Il arriva malheureusement à nos troupes ce qui arrive si souvent chez nous, tantôt aux pensées, tantôt aux hommes. L’élan fut tel que l’on dépassa le but. Derrière la redoute qui venait d’être conquise apparaissait Malakof, s’élevant comme une provocation héroïque à la valeur des nôtres, au milieu de la fumée ardente qui l’entourait. Nos soldats ne firent qu’une station du lieu où ils devaient s’arrêter; ils poursuivirent leur course sans frein sur la route qui tentait leurs cœurs. C’est en vain que le clairon sonne la retraite; ils n’obéissent plus qu’à la voix intérieure qui continue à leur crier : « en avant. » Quelques-uns d’entre eux arrivent ainsi jusqu’au fossé de la tour, où il n’est aucun moyen de descendre. Les Russes les accueillent par des décharges d’artillerie et de mousqueterie dont chaque coup cause une mort ou une blessure. Fouettées par une grêle de balles, coupées par des boulets, écrasées par des obus, nos troupes regagnent à grand’peine ce mamelon qu’elles ne devaient point dépasser. L’ennemi profite du désordre qu’a jeté dans leurs rangs une aveugle entreprise; elles perdent la position qu’un "effort si heureux et si puissant leur avait donnée.
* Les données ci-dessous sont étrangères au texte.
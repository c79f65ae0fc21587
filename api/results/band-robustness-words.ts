import { SCREENING_BANDS } from '../engine/intensity/screening-band.ts';
import type { BandHinge, BandRobustness } from '../engine/results.ts';

/** A logic-tree choice in words (English; the pages take theirs from the text bundles). */
const CHOICE_WORDS: Readonly<Record<string, string>> = {
  groundMotion: 'ground-motion model',
  mMax: 'maximum magnitude',
  bValue: 'b-value',
  shape: 'magnitude–frequency shape',
  slipRateMmYr: 'slip rate',
  rate: 'earthquake rate',
};

const bandLabel = (id: string): string => SCREENING_BANDS.find((b) => b.id === id)?.label ?? id;
const percent = (share: number): string => `${Math.round(share * 100)}%`;

/** "Refer first 42%, Refer soon 58%": the bands holding any weight, highest band first. */
export function bandSharesText(robustness: BandRobustness): string {
  return SCREENING_BANDS.filter((b) => (robustness.bandShares[b.id] ?? 0) >= 0.005)
    .map((b) => `${b.label} ${percent(robustness.bandShares[b.id]!)}`)
    .join(', ');
}

/** "Vennick Fault's magnitude–frequency shape" or "the crustal ground-motion model". */
export function hingeSubject(hinge: BandHinge): string {
  const choice = CHOICE_WORDS[hinge.choice] ?? hinge.choice;
  return hinge.sourceName ? `${hinge.sourceName}'s ${choice}` : `the ${hinge.setting} ${choice}`;
}

/** "gutenberg-richter: Refer first (MMI 8.1); characteristic: Refer soon (MMI 7.8)". */
export function hingeAlternativesText(hinge: BandHinge): string {
  return hinge.alternatives
    .map(
      (a) =>
        `${a.value}: ${bandLabel(a.bandId)} (MMI ${a.mmi475 === null ? 'below the curve' : a.mmi475.toFixed(1)})`,
    )
    .join('; ');
}

/**
 * One line for a planner: where the logic tree's weight falls and what the band hinges on
 * most, e.g. "Refer first 42%, Refer soon 58%; hinges most on Vennick Fault's
 * magnitude–frequency shape (gutenberg-richter: Refer first (MMI 8.1); …)".
 */
export function robustnessLine(robustness: BandRobustness): string {
  const first = robustness.hinges[0];
  const shares = bandSharesText(robustness);
  if (!first || first.mmiShift === 0) return `${shares}; no single choice moves it`;
  const verb = first.changesBand ? 'hinges most on' : 'stays in its band; moved most by';
  return `${shares}; ${verb} ${hingeSubject(first)} (${hingeAlternativesText(first)})`;
}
Mais les Russes n’ont point compté sur ces élans qui font chez nous, d’une réunion d’hommes, un seul être, il faut même dire une seule âme, servie par une force intelligente et indomptée jusque dans la mort. Nos colonnes se reforment en quelques instans et se précipitent une seconde fois sur l’obstacle qu’elles ont déjà emporté. Elles retrouvent, élevée à une puissance nouvelle par la douleur et la colère d’un revers, l’impétuosité de leur premier assaut. Cette route marquée par leur sang, où souffle le vent de la mitraille, où les projectiles éclatent entre des cadavres, elles la parcourent de nouveau, orage humain lancé contre un orage de fer. Elles arrivent à la redoute. Lorsqu’ils sont sur les baïonnettes ennemies, nos hommes se croient sauvés, et, il faut le reconnaître, l’événement les confirme d’ordinaire dans cette foi. Les Russes sont chassés de leur position, où notre drapeau est planté, et qui devient désormais contre eux une des plus terribles attaques du siège.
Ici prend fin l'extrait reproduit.